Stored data
● ● ● ● ●

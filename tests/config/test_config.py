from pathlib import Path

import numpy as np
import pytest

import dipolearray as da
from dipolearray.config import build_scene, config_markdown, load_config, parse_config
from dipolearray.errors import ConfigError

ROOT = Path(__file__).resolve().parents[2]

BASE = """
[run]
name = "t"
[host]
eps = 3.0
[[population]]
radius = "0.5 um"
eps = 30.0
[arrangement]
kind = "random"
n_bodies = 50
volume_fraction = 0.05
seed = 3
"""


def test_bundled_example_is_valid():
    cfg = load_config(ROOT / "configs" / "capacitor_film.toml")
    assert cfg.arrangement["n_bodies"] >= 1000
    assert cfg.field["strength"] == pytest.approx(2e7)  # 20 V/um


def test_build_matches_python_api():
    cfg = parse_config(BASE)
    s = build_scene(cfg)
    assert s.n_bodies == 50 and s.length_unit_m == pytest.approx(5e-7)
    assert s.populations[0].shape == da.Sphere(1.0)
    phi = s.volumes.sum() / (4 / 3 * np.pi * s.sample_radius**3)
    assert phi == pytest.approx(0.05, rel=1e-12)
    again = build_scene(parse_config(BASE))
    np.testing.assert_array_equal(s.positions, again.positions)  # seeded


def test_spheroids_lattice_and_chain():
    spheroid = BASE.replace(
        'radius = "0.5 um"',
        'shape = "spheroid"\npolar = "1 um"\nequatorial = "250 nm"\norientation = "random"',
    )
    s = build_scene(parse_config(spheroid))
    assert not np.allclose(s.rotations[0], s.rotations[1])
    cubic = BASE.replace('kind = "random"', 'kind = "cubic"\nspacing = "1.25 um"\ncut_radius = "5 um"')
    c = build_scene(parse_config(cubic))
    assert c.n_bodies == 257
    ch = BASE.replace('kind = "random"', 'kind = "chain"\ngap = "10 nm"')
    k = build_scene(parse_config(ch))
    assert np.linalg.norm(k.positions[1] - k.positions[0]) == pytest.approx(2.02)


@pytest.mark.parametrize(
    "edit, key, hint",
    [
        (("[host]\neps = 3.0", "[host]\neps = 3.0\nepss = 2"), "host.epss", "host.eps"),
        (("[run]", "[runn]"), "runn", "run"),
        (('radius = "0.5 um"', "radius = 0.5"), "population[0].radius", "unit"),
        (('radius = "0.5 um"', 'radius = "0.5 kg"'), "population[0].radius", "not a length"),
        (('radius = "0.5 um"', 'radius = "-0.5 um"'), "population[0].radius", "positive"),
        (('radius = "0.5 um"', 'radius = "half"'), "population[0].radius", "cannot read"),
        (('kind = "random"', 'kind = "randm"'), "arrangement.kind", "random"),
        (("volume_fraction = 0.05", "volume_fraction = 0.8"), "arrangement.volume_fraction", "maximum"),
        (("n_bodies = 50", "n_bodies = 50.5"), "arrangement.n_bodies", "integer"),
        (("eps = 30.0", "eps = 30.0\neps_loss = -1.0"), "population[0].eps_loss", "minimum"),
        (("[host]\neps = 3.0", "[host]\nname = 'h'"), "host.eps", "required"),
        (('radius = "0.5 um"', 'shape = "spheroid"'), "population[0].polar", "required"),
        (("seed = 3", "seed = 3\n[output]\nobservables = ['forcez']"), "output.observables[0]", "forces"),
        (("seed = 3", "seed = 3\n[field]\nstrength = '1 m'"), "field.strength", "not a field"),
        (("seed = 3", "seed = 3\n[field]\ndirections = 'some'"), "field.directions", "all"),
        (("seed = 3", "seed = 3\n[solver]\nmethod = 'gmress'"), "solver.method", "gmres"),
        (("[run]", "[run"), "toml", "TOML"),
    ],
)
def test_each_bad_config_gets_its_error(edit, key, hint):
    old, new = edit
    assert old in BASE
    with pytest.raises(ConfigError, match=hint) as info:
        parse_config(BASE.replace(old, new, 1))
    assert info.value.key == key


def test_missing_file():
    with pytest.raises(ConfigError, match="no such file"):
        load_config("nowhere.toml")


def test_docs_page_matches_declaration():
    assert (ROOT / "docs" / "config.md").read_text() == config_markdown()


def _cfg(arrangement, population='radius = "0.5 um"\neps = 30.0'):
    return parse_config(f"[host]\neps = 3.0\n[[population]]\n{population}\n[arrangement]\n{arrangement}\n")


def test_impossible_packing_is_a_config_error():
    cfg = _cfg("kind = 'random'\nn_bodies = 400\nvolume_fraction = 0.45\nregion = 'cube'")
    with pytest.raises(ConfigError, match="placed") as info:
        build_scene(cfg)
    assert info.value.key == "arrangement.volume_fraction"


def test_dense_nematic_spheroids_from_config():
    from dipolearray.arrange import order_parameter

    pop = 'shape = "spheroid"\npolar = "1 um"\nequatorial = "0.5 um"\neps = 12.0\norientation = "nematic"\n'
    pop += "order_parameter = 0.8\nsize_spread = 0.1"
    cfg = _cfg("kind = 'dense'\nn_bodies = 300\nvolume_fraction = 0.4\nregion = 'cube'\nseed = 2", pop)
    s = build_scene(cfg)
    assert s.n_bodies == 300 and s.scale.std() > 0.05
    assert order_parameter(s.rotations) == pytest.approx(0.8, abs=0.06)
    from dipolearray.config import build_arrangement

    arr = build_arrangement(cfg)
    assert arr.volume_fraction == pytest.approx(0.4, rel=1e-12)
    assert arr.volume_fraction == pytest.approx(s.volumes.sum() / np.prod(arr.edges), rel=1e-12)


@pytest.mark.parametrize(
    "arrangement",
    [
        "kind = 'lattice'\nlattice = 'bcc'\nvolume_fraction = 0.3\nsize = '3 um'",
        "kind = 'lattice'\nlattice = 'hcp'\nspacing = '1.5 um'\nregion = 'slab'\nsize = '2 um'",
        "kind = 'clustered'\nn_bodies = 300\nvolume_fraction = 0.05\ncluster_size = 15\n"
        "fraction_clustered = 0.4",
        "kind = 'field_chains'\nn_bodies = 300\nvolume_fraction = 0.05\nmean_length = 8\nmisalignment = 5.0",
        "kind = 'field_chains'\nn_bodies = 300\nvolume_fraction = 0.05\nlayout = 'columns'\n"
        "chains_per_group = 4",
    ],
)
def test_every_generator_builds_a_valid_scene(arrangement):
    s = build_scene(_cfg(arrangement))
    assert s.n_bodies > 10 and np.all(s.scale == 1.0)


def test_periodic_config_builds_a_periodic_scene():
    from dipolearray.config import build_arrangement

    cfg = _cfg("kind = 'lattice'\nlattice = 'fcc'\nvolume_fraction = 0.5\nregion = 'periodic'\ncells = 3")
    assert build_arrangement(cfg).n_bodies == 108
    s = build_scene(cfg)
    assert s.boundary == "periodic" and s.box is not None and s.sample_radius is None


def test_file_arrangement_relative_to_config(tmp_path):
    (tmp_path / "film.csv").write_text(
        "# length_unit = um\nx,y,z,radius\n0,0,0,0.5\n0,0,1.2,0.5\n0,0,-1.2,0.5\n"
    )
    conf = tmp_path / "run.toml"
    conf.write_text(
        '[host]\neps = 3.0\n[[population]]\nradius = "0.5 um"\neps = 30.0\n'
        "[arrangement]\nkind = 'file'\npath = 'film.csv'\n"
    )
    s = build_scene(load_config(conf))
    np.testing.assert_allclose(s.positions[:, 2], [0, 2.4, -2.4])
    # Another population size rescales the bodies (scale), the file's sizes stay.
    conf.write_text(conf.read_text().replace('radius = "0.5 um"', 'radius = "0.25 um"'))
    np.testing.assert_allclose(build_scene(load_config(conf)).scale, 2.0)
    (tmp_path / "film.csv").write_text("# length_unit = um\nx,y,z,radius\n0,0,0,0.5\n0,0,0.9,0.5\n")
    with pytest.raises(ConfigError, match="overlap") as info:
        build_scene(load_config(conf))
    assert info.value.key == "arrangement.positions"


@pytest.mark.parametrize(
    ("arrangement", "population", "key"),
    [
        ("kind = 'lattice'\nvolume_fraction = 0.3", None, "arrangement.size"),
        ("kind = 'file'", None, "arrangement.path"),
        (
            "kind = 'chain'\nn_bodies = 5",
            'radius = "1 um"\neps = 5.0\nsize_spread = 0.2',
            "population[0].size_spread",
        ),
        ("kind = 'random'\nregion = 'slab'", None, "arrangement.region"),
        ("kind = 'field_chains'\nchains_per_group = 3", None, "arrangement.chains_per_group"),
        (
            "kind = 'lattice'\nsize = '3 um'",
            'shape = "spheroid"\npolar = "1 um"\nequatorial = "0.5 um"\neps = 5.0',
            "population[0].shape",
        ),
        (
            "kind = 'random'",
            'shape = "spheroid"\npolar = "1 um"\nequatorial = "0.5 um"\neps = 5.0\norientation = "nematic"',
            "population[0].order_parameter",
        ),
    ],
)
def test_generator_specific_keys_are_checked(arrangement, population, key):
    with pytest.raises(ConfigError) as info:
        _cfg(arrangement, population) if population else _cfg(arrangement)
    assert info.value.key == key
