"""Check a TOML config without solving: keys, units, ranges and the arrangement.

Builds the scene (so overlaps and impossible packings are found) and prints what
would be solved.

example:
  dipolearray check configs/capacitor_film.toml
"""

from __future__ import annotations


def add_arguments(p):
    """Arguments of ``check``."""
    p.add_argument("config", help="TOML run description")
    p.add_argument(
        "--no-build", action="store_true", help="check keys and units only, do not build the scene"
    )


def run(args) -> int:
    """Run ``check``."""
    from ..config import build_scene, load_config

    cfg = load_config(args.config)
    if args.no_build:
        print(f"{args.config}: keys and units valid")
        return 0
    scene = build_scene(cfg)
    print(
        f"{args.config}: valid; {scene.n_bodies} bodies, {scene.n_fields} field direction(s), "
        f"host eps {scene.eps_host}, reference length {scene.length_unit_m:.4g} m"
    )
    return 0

● ● ● ● ●

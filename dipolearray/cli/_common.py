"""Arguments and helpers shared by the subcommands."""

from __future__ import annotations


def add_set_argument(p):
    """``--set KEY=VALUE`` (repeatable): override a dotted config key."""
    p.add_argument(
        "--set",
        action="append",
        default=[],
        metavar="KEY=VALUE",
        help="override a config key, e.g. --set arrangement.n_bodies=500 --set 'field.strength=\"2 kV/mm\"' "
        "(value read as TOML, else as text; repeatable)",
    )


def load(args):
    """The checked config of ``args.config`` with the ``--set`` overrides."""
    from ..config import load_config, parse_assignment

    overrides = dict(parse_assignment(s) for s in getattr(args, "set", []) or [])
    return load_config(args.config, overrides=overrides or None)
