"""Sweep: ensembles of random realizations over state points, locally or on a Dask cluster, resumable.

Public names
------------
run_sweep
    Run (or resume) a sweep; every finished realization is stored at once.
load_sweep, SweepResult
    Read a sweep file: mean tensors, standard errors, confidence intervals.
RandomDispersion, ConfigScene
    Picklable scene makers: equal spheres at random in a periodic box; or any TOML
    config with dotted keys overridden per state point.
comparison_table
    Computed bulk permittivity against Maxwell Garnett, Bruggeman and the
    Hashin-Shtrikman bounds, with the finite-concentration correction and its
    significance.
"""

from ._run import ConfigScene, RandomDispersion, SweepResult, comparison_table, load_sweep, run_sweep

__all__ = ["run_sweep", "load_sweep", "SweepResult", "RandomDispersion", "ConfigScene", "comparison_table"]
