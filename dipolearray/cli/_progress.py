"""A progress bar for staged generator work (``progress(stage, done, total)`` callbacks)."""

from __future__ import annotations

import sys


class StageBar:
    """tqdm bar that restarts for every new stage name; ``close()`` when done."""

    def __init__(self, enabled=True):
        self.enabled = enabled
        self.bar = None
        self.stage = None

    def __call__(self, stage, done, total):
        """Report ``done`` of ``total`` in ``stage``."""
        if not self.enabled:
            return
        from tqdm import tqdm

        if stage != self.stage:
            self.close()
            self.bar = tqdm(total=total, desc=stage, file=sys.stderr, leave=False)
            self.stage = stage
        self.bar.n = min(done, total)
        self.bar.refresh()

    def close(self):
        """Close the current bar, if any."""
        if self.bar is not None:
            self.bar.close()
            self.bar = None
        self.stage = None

● ● ● ● ●

All lines in the entries above that hold the word "nspacing" need to be copied.

    cubic = BASE.replace('kind = "random"', 'kind = "cubic"\nspacing = "1.25 um"\ncut_radius = "5 um"')
        "kind = 'lattice'\nlattice = 'hcp'\nspacing = '1.5 um'\nregion = 'slab'\nsize = '2 um'",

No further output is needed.